Stabilization of liposomes with collagen

Abstract

The potential use of liposomes as drug carriers is still limited by their poor stability under storage conditions and in biological media. As interactions between collagen and lipids have been demonstrated both in vitro and in vivo, we studied the stability of multilamellar liposomes at different temperatures in the presence and absence of type-1 collagen solution. The parallel release of 5(6)-carboxyfluorescein from liposomes (due to ‘spontaneous’ vesicle permeability or induced by detergent) and phospholipid peroxidation were measured as a function of time in the presence of different concentrations of collagen and of two other proteins: albumin and γ-globulin.
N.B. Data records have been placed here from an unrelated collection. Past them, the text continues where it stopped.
//! The camera: exposures on a clock of its own, and what it says about their time.

use rand_chacha::ChaCha8Rng;

use super::draws::{Part, normal, stream, within};

/// From its start to the beginning of its first exposure, seconds.
pub(super) const FIRST_FRAME_SECONDS: f64 = 0.01;
/// The camera's clock is set right this often, nanoseconds; in between it runs away by its rate error.
const SET_RIGHT_NS: i64 = 60_000_000_000;
/// Its clock's rate error is up to this, ppm.
const CLOCK_PPM: f64 = 20.0;

/// How the camera behaves.
#[derive(Clone, Debug, PartialEq)]
pub struct CameraSetup {
    /// Time from frame to frame, seconds.
    pub period_seconds: f64,
    /// Exposure, seconds.
    pub exposure_seconds: f64,
    /// Largest scatter of the stated start about the true one, seconds; the rate error of its clock comes on top.
    pub start_scatter_seconds: f64,
    /// Standard deviation over benches of the true exposure from the stated one, seconds; each bench keeps its own.
    pub exposure_off_seconds: f64,
    /// After a change the screen still shows the old picture for so long, seconds.
    pub settle_seconds: f64,
    /// Whether its strobe line is connected to the controller.
    pub strobe: bool,
    /// Whether voltages are kept for pictures; without them frames carry their times and truth only.
    pub pictures: bool,
}

impl Default for CameraSetup {
    fn default() -> Self {
        Self {
            period_seconds: 0.4,
            exposure_seconds: 0.2,
            start_scatter_seconds: 1e-3,
            exposure_off_seconds: 2e-4,
            settle_seconds: 0.3,
            strobe: true,
            pictures: true,
        }
    }
}

/// What is really true of one frame.
#[derive(Clone, Copy, Debug, PartialEq)]
pub struct ShotTruth {
    /// Start of the exposure, nanoseconds of true time.
    pub start_ns: i64,
    /// Its end.
    pub end_ns: i64,
    /// Mean true accelerating voltage over it, volts.
    pub volts: f64,
    /// Whether a disturbance was planted in it or shortly before.
    pub disturbed: bool,
}

/// Light of one voltage in a picture.
#[derive(Clone, Copy, Debug, PartialEq)]
pub struct Light {
    /// Accelerating voltage, volts.
    pub volts: f64,
    /// Its share of the exposure; less than 1 in all where the beam was off for a part.
    pub share: f64,
}

/// One frame, ready to be drawn.
#[derive(Clone, Debug, PartialEq)]
pub struct Shot {
    /// Its name: the file's stem.
    pub name: String,
    /// Number, from 1.
    pub number: u64,
    /// Start the camera claims, nanoseconds of true time.
    pub stated_start_ns: i64,
    /// Exposure the camera claims, seconds.
    pub stated_exposure_seconds: f64,
    /// What the screen shone with, afterglow and all; empty where no pictures are wanted.
    pub light: Vec<Light>,
    /// Share of the exposure in which the sync lamp was lit.
    pub lamp: f64,
    /// What is really true.
    pub truth: ShotTruth,
}

/// One exposure as it truly was and as it is stated, true nanoseconds from the beginning of the world.
#[derive(Clone, Copy, Debug, PartialEq, Eq)]
pub(super) struct Exposed {
    /// Counts frames from 1.
    pub number: u64,
    /// True start.
    pub start_ns: i64,
    /// True end.
    pub end_ns: i64,
    /// The start that the camera states.
    pub stated_start_ns: i64,
}

/// What the shutter does next.
#[derive(Clone, Copy, Debug, PartialEq, Eq)]
pub(super) enum Shutter {
    /// An exposure begins.
    Opens,
    /// An exposure ended.
    Closes(Exposed),
    /// An exposure ended whose frame the camera loses.
    Loses,
}

/// The camera.
#[derive(Clone, Debug)]
pub(super) struct Camera {
    setup: CameraSetup,
    rng: ChaCha8Rng,
    running: bool,
    period_ns: i64,
    exposure_ns: i64,
    clock_ppm: f64,
    next_start_ns: i64,
    open_since_ns: Option<i64>,
    number: u64,
    lie_ns: i64,
    lose: u64,
}

impl Camera {
    /// Stopped.
    pub(super) fn new(setup: CameraSetup, seed: u64) -> Self {
        let mut rng = stream(seed, Part::Camera);
        // The length is off by some tenths of a millisecond, always the same: the shutter's own.
        let off = (setup.exposure_off_seconds * normal(&mut rng)).clamp(-0.1, 0.1) * 1e9;
        let off = off.max(-0.2e9 * setup.exposure_seconds);
        let clock_ppm = within(&mut rng, CLOCK_PPM);
        Self {
            period_ns: (1e9 * setup.period_seconds) as i64,
            exposure_ns: (1e9 * setup.exposure_seconds + off) as i64,
            clock_ppm,
            setup,
            rng,
            running: false,
            next_start_ns: 0,
            open_since_ns: None,
            number: 0,
            lie_ns: 0,
            lose: 0,
        }
    }

    pub(super) fn start(&mut self, now_ns: i64) {
        if !self.running {
            self.running = true;
            self.next_start_ns = now_ns + (1e9 * FIRST_FRAME_SECONDS) as i64;
        }
    }

    /// Stops after the exposure under way.
    pub(super) fn stop(&mut self) {
        self.running = false;
    }

    /// From now on every stated start is off by so much more.
    pub(super) fn lie(&mut self, off_ns: i64) {
        self.lie_ns = off_ns;
    }

    /// Loses the next frames.
    pub(super) fn lose(&mut self, frames: u64) {
        self.lose += frames;
    }

    /// Whether voltages shall be gathered for a picture.
    pub(super) const fn wants_light(&self) -> bool {
        self.setup.pictures && (self.running || self.open_since_ns.is_some())
    }

    /// Whether its stated times are planted to be wrong.
    pub(super) const fn lies(&self) -> bool {
        self.lie_ns != 0
    }

    /// How it behaves.
    pub(super) const fn setup(&self) -> &CameraSetup {
        &self.setup
    }

    /// When the shutter moves next.
    pub(super) fn next_move_ns(&self) -> i64 {
        match self.open_since_ns {
            Some(since_ns) => since_ns + self.exposure_ns,
            None if self.running => self.next_start_ns,
            None => i64::MAX,
        }
    }

    /// Moves the shutter at its time.
    pub(super) fn move_shutter(&mut self) -> Shutter {
        let now_ns = self.next_move_ns();
        let Some(start_ns) = self.open_since_ns.take() else {
            self.open_since_ns = Some(now_ns);
            self.next_start_ns += self.period_ns;
            return Shutter::Opens;
        };
        self.number += 1;
        let jitter_ns = within(&mut self.rng, 1e9 * self.setup.start_scatter_seconds) as i64;
        if self.lose > 0 {
            self.lose -= 1;
            return Shutter::Loses;
        }
        let since_set_ns = start_ns % SET_RIGHT_NS;
        let clock_ns = (since_set_ns as f64 * 1e-6 * self.clock_ppm) as i64;
        Shutter::Closes(Exposed {
            number: self.number,
            start_ns,
            end_ns: now_ns,
            stated_start_ns: start_ns + jitter_ns + clock_ns + self.lie_ns,
        })
    }
}

#[cfg(test)]
mod tests {
    use super::*;

    fn exposures(camera: &mut Camera, count: usize) -> Vec<Exposed> {
        std::iter::from_fn(|| Some(camera.move_shutter()))
            .filter_map(|shutter| match shutter {
                Shutter::Closes(exposed) => Some(exposed),
                _ => None,
            })
            .take(count)
            .collect()
    }

    #[test]
    fn exposures_follow_its_period_and_are_stated_within_two_milliseconds() {
        let mut camera = Camera::new(CameraSetup::default(), 6);
        assert_eq!(camera.next_move_ns(), i64::MAX);
        camera.start(4_000_000_000);
        let frames = exposures(&mut camera, 500);
        assert_eq!(frames[0].start_ns, 4_010_000_000);
        for two in frames.windows(2) {
            assert_eq!(two[1].start_ns - two[0].start_ns, 400_000_000);
            assert_eq!(two[1].number, two[0].number + 1);
        }
        let worst = frames.iter().map(|f| (f.stated_start_ns - f.start_ns).abs()).max().unwrap();
        assert!((500_000..2_200_000).contains(&worst), "{worst}");
        assert!(frames.iter().all(|f| (f.end_ns - f.start_ns - 200_000_000).abs() <= 1_000_000));
    }

    #[test]
    fn it_stops_lies_and_loses_frames_when_told() {
        let mut camera =
            Camera::new(CameraSetup { period_seconds: 0.1, exposure_seconds: 0.05, ..CameraSetup::default() }, 6);
        camera.start(0);
        camera.lose(2);
        let first = exposures(&mut camera, 1)[0];
        assert_eq!(first.number, 3);
        camera.lie(5_000_000_000);
        let lied = exposures(&mut camera, 1)[0];
        assert!(lied.stated_start_ns - lied.start_ns > 4_900_000_000);
        camera.stop();
        assert_eq!(camera.next_move_ns(), i64::MAX);
    }
}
In the presence of collagen, dose-dependent decreases in both ‘spontaneous’ liposome permeability and lipid peroxidation were observed. Albumin and γ-globulin had a similar antioxidant effect, but liposome permeability decreased to a lesser extent in the presence of these proteins than at the same concentration (0.8%) of collagen. Thus, the antioxidant effect of collagen cannot explain entirely its stabilizing potential, and collagen molecules would appear to have an additional, specific stabilizing effect on vesicle permeability. Furthermore, collagen as well as albumin and γ-globulin significantly decreased the deleterious effect of detergent on liposomes, probably through a direct interaction with the detergent. We conclude that dispersion of liposomes in a collagen solution may be a means of improving their chemical stability and decreasing their permeability.